Wird neben der Hauptbeschäftigung ein Minijob aufgenommen, sind aus beiden Beschäftigungen Beiträge zur Rentenversicherung zu zahlen. Um Arbeitgeber nicht unnötig zu belasten, entfällt in diesen Fällen die Pflicht zur Abgabe der GKV-Monatsmeldung.   

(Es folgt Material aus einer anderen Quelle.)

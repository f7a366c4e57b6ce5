/**
 * Extreme but valid cases at the case schema's own limits (`solver/case.ts`): the finest grid
 * (5000 cells: the schema refuses 10 000), the tallest column (50 m), the highest top pressure
 * (1e7 Pa = 100 bar), a viscous liquid (1 Pa·s, within the 1e-4–10 Pa·s range), and all of them at
 * once. Each must end by itself — converged, finished at its end time, or failed with a diagnosis
 * naming the variable, the place and the simulated time (the contract of `StepStatus` in
 * `solver/types.ts`) — within a bounded number of steps and wall time, with finite results, and
 * without the heap growing. The end times are capped through the case's own `numerics.endTimeS`
 * so the file stays well under a minute on two cores; what a case reaches is reported, not chosen.
 */
import v8 from 'node:v8';
import { runInNewContext } from 'node:vm';
import { describe, expect, it } from 'vitest';
import { createSimulation, defaultCase, validateCase, type CaseDocument } from '../../solver/index.js';
import type { Results } from '../../solver/types.js';

/** Molar gas constant, J/(mol·K) (CODATA 2018, exact since the 2019 SI). */
const R_J_MOL_K = 8.314462618;

/** A forced full garbage collection, so heap figures count what is kept, not garbage not yet collected. */
v8.setFlagsFromString('--expose-gc');
const gc = runInNewContext('gc') as () => void;

/** Safety net only: no case here comes near it (the finest grid needs a few hundred steps to its end time). */
const STEP_GUARD = 50_000;
/** Per case, on a two-core machine: the slowest case here takes a few seconds. */
const WALL_LIMIT_S = 20;
/**
 * Heap kept after a case, once collected. The solver holds a few dozen Float64Arrays of one value per
 * cell: about 2 MB at 5000 cells. A leak of one field per step (40 kB at 5000 cells, over the ~1000
 * steps of the finest grid) would keep ~40 MB, one profile snapshot per step (11 fields) ~440 MB;
 * 32 MB leaves room for the JIT's code and caches while catching either.
 */
const HEAP_KEPT_LIMIT_BYTES = 32 * 1024 * 1024;

const ALLOWED = ['converged', 'finished', 'failed'];

function base(name: string): CaseDocument {
	const c = defaultCase('height-profile');
	c.name = name;
	return c;
}

/** Each extreme on its own, as a change to a case; "all at once" applies them together. */
const finest = (c: CaseDocument) => {
	c.numerics.cells = 5000;
};
const tallest = (c: CaseDocument) => {
	c.geometry.heightM = 50;
	c.geometry.clearLiquidLevelM = 30;
};
const highestPressure = (c: CaseDocument) => {
	c.fluids.topPressurePa = 1e7;
};
const viscous = (c: CaseDocument) => {
	c.fluids.preset = null;
	c.fluids.liquid.name = 'viscous liquid';
	c.fluids.liquid.viscosityPaS = 1;
};

function extreme(name: string, changes: ((c: CaseDocument) => void)[], endTimeS: number, snapshotIntervalS?: number): CaseDocument {
	const c = base(name);
	for (const change of changes) change(c);
	c.numerics.endTimeS = endTimeS;
	if (snapshotIntervalS !== undefined) c.numerics.snapshotIntervalS = snapshotIntervalS;
	return c;
}

const extremes: { name: string; make: () => CaseDocument; mustEndNormally?: boolean }[] = [
	{
		name: 'the finest grid: 5000 cells in the 2 m column',
		// 0.4 mm cells: 0.05 s is a few hundred steps
		make: () => extreme('5000 cells', [finest], 0.05, 0.05),
		// the default two bubble classes: the large bubbles' interfacial pressure at the sharp front of the first
		// gas once ran away here (NaN gas velocity at t ≈ 0.025 s); capped at the drag it must run to its end time
		mustEndNormally: true
	},
	{ name: 'the tallest column: 50 m, 30 m of clear liquid', make: () => extreme('50 m column', [tallest], 300) },
	{ name: 'the highest top pressure: 100 bar', make: () => extreme('100 bar', [highestPressure], 60) },
	{ name: 'a viscous liquid: 1 Pa·s', make: () => extreme('1 Pa·s liquid', [viscous], 60) },
	{ name: 'all at once: 5000 cells, 50 m, 100 bar, 1 Pa·s', make: () => extreme('all extremes', [finest, tallest, highestPressure, viscous], 0.5, 0.5) }
];

/** Names of every non-finite number in the results: design numbers, profiles, positions. */
function nonFinite(r: Results): string[] {
	const bad: string[] = [];
	for (const [k, d] of Object.entries(r.design)) if (typeof d.value === 'number' && !Number.isFinite(d.value)) bad.push(`design.${k}`);
	for (const [k, a] of Object.entries(r.profiles.fields)) if (a.some((x) => !Number.isFinite(x))) bad.push(`profiles.${k}`);
	if (r.profiles.x.some((x) => !Number.isFinite(x))) bad.push('profiles.x');
	return bad;
}

describe('extreme but valid cases', () => {
	it('the schema refuses 10 000 cells, naming its limit of 5000', () => {
		const c = base('10 000 cells');
		c.numerics.cells = 10_000;
		const v = validateCase(c);
		expect(v.ok).toBe(false);
		if (!v.ok) expect(v.issues).toContainEqual({ path: 'numerics.cells', message: 'Cells must be at most 5000' });
	});

	for (const x of extremes) {
		it(`${x.name} ends by itself with finite results, a diagnosis if it fails, and no heap kept`, () => {
			const doc = x.make();
			const v = validateCase(doc);
			expect(v.ok, v.ok ? '' : JSON.stringify(v.issues)).toBe(true);

			gc();
			const heapBefore = process.memoryUsage().heapUsed;
			const t0 = performance.now();
			let sim: ReturnType<typeof createSimulation> | null = createSimulation(doc);
			let nonFiniteResiduals = 0;
			while (sim.state.status === 'running' && sim.state.step < STEP_GUARD) {
				sim.step();
				if (sim.state.status === 'running' && Object.values(sim.residuals()).some((r) => !Number.isFinite(r))) nonFiniteResiduals++;
			}
			const wallS = (performance.now() - t0) / 1000;
			const r = sim.results();
			const state = { ...sim.state };
			sim = null;
			gc();
			const heapKept = process.memoryUsage().heapUsed - heapBefore;

			const outcome = `${r.status} at step ${state.step}, t = ${r.timeS} s, ${wallS.toFixed(2)} s wall${r.message ? `: ${r.message}` : ''}`;
			expect(ALLOWED, outcome).toContain(r.status);
			if (x.mustEndNormally) expect(['converged', 'finished'], outcome).toContain(r.status);
			expect(state.step, outcome).toBeLessThan(STEP_GUARD);
			expect(wallS, outcome).toBeLessThan(WALL_LIMIT_S);
			expect(Number.isFinite(r.timeS) && r.timeS > 0 && r.timeS <= doc.numerics.endTimeS * (1 + 1e-9), outcome).toBe(true);
			expect(r.step, outcome).toBe(state.step);
			expect(nonFiniteResiduals, `non-finite residuals while running (${outcome})`).toBe(0);
			expect(r.profiles.x.length).toBe(doc.numerics.cells);
			expect(heapKept, `heap kept ${(heapKept / 2 ** 20).toFixed(1)} MiB (${outcome})`).toBeLessThan(HEAP_KEPT_LIMIT_BYTES);

			const bad = nonFinite(r);
			if (r.status === 'failed') {
				// the contract of StepStatus: the variable, the cell (or face) and the simulated time
				expect(r.message ?? '', outcome).toMatch(/\S/);
				expect(r.message, outcome).toMatch(/(cell|face) \d+/);
				expect(r.message, outcome).toMatch(/t = \d+(\.\d+)? s/);
				// a failed run holds the state it failed in: a non-finite value there is the one its diagnosis names
				if (bad.length) expect(r.message, `${bad.join(', ')} (${outcome})`).toMatch(/is not a number/);
			} else {
				expect(r.message, outcome).toBeUndefined();
				expect(bad, outcome).toEqual([]);
				const f = r.profiles.fields;
				// a volume fraction lies in [0, 1] (up to round-off: cells the gas has not reached yet hold
				// values of order −1e-13 in the all-at-once case); absolute pressure is positive
				const low = Math.min(...f.holdup);
				const high = Math.max(...f.holdup);
				expect(low >= -1e-9 && high <= 1 + 1e-9, `holdup ${low} … ${high} (${outcome})`).toBe(true);
				expect(f.pressure.every((p) => p > 0), outcome).toBe(true);
				// the gas follows the ideal-gas law ρ = p M / (R T) in every cell (the solver's equation of state)
				for (let i = 0; i < f.pressure.length; i += Math.max(1, Math.floor(f.pressure.length / 50))) {
					const ideal = (f.pressure[i] * doc.fluids.gas.molarMassKgMol) / (R_J_MOL_K * doc.fluids.temperatureK);
					expect(Math.abs(f.gasDensity[i] / ideal - 1), `cell ${i} (${outcome})`).toBeLessThan(1e-6);
				}
			}
			console.log(`${x.name}: ${outcome}; heap kept ${(heapKept / 2 ** 20).toFixed(1)} MiB`);
		});
	}
});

Eine zumindest rentenversicherungspflichtige Mehrfachbeschäftigung liegt vor, sofern neben einer versicherungspflichtigen Beschäftigung eine weitere geringfügige Beschäftigung vorliegt. Beide Arbeitgeber wären also eigentlich verpflichtet, GKV-Monatsmeldungen abzugeben, da die Entgelte aus beiden Beschäftigungen die Beitragsbemessungsgrenze (BBG) in der Rentenversicherung überschreiten können.

Es ist hat sich jedoch gezeigt, dass trotz der bestehenden Rentenversicherungspflicht von Minijobs seit Anfang des Jahres die Überschreitung der BBG aufgrund einer Mehrfachbeschäftigung die absolute Ausnahme ist. Die Spitzenorganisationen der Sozialversicherung haben daher entschieden, dass in diesen Fällen keine GKV-Monatsmeldungen abgegeben werden müssen.

RV-Pflicht schon bislang die Ausnahme

Durch die bereits bis zum Jahr 2012 bestehende Option der Rentenversicherungspflicht bei Minijobbern konnte schon bislang die Situation einer rentenversicherungspflichtigen Mehrfachbeschäftigung entstehen. Dies waren in der Praxis aber nur Einzelfälle, in denen Arbeitnehmer im Minijob auf die Rentenversicherungsfreiheit verzichteten und durch die zeitgleiche rentenversicherungspflichtige Hauptbeschäftigung die Beitragsbemessungsgrenze überschritten.

Ausnahmeregelung für Minijobs

Insoweit wurde beim Start der GKV-Monatsmeldung am 1.1.2012 die Ausnahmeregelung geschaffen, dass bei einer geringfügigen Beschäftigung keine GKV-Monatsmeldung im Falle einer Mehrfachbeschäftigung abzugeben ist, selbst dann, wenn der Arbeitnehmer auf die Rentenversicherungsfreiheit verzichtet hat.

Frage der Ausnahme neu gestellt

Durch die in diesem Jahr eingeführte Rentenversicherungspflicht von Minijobs standen Befürchtungen im Raum: Muss nunmehr von einem massenhaften Anstieg der BBG-Überschreiter ausgegangen werden? Sind Arbeitgeber zu verpflichten, GKV-Monatsmeldungen auch bei Minijobs abzugeben, sofern eine versicherungspflichtige Mehrfachbeschäftigung  vorliegt? Um die GKV-Monatsmeldungen aus der Hauptbeschäftigung und dem Minijob zusammenführen zu können, müsste dann auch ein maschineller Dialog zwischen allen Krankenkassen und der Minijob-Zentrale eingeführt werden.

Kein Anstieg der BBG-Überschreiter

Zum Glück sind die „Befürchtungen“ nicht eingetreten. Zwar hat sich die Anzahl der rentenversicherungspflichtigen Minijobs durch die Gesetzesänderung nach Auskunft der Minijob-Zentrale nahezu verdoppelt. Ein Anstieg der Fälle, in denen aufgrund der Entgelte aus dem Minijob und der Hauptbeschäftigung die BBG überschritten wird, ist jedoch nicht festgestellt worden.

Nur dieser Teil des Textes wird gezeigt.